His armour was admittedly unusual, and was the result of years of patrols and military service. It was designed at his request, and modified after the accident that took his voice. The greaves rose high over his knee, the gauntlets extended from the backs of his hand over his forearms, and just under a span beyond his elbow. Often he didnt ride wearing the full rig, it could be uncomfortable, even though the torso guard was designed with a mounted role in mind. It hinged on his left side, the clasps closing against his ribs opposite, kidney guards slid underneath and below it hinged so he could strike downward at unmounted enemies, though there were few who threatened him. The gauntlets were emblazened with his former regiments crest.

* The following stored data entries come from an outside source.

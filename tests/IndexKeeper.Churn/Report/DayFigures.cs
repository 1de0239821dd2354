namespace IndexKeeper.Churn.Report;

/// <summary>One simulated day: what changed, the truth, and the three strategies side by side.</summary>
internal sealed record DayFigures(
    int Day,
    string DayType,
    IReadOnlyDictionary<string, int> Changes,
    int Files,
    long Pages,
    long DistinctContents,
    long NewContents,
    StrategyDay FullReembed,
    StrategyDay FileHashing,
    StrategyDay IndexKeeper,
    long IndexKeeperUnserved,
    long IndexKeeperSplitContents,
    long IndexKeeperLiveBytes,
    long IndexKeeperSegmentBytes,
    double IndexKeeperSpaceAmplification,
    double IndexKeeperScanSeconds,
    double IndexKeeperSyncSeconds,
    long IndexKeeperFilesRead,
    long IndexKeeperPagesReused);
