using IndexKeeper.Cli.Output;

namespace IndexKeeper.Tests.Output;

/// <summary>
/// Escaping for the terminal: ECMA-48 (5th edition, 1991) section 5 puts the C0 set at 00-1F and the C1 set
/// at 80-9F, with DEL at 7F; Unicode UAX #9 (revision 48) section 2 lists the bidirectional formatting
/// characters (ALM U+061C, LRM U+200E, RLM U+200F, LRE..RLO U+202A-U+202E, LRI..PDI U+2066-U+2069).
/// </summary>
public sealed class TerminalTextTests
{
    [Theory]
    [InlineData("plain-name.pdf", "plain-name.pdf")]
    [InlineData("Überlauf Wehr – 2024.pdf", "Überlauf Wehr – 2024.pdf")]
    [InlineData(@"C:\Shares\scans\a.pdf", @"C:\Shares\scans\a.pdf")]
    [InlineData("a\u001b[2Jb", @"a\x1B[2Jb")]
    [InlineData("t\u001b]0;x\u0007", @"t\x1B]0;x\x07")]
    [InlineData("line\nbreak\r\ttab\0", @"line\x0Abreak\x0D\x09tab\x00")]
    [InlineData("del\u007f c1\u0085\u009b", @"del\x7F c1\x85\x9B")]
    [InlineData("bidi\u202egnp.exe", @"bidi\u202Egnp.exe")]
    [InlineData("\u061c\u200e\u200f\u202a\u2066\u2069", @"\u061C\u200E\u200F\u202A\u2066\u2069")]
    [InlineData("", "")]
    public void ControlAndBidiCharactersAreEscapedTheRestKept(string text, string shown) => Assert.Equal(shown, TerminalText.Escape(text));

    [Fact]
    public void EveryC0AndC1CharacterIsEscapedAndNoPrintableOne()
    {
        for (var c = 0; c < 0x300; c++)
        {
            var control = c < 0x20 || c is >= 0x7f and <= 0x9f;
            var shown = TerminalText.Escape(((char)c).ToString());
            Assert.Equal(control ? $"\\x{c:X2}" : ((char)c).ToString(), shown);
        }
    }

    [Fact]
    public void TheWriterEscapesContentButKeepsItsLineEnds()
    {
        using var inner = new StringWriter { NewLine = "\r\n" };
        using var writer = new TerminalSafeWriter(inner);
        writer.WriteLine("one\u001b[31m");
        writer.Write("two\r");
        writer.Write('\u009b');
        writer.WriteLine();
        writer.WriteLine("{0}|{1}", "three\n", 4);
        writer.Write("four\r\n".ToCharArray());
        Assert.Equal("one\\x1B[31m\r\ntwo\\x0D\\x9B\r\nthree\\x0A|4\r\nfour\\x0D\\x0A", inner.ToString());
    }
}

Eventually they ambled into sight of the city watch, and after a brief one sided conversation he dismounted and they permitted him entry. He lashed his quarterstaff down along the length of the saddle, upto the sadle bags and clicked his cheek at Softly encourageing her on, initially not leading her by the reins as the entranceway was not overly busy. However as they slowly started to decend into the City's main tunnel he gripped them gently just below her mouth, partially to calm her the other reason to guide her out of the way of the more ignorant wagoneer's.

The greaves patted against his kilted thighs as he walked slowly down into the city, as his eyes adjusted to the lowered light, he became briefly nervous himself of the enclosed nature of the place. He knew that there was no hance that such a construction had any chance of failing purely for his arrival, but for a moment there was that fear. With that fear came the anger, the anger that would see dead that which made him afraid, that would let him cut a man to pieces without seeing a face. But here there was nothing for hte anger to fight, which made it easy for Mika to recall the chants and mantra of summers long past, when times were easier, he was softer and could still sing baritone against his ill learned strokes of the Lyre.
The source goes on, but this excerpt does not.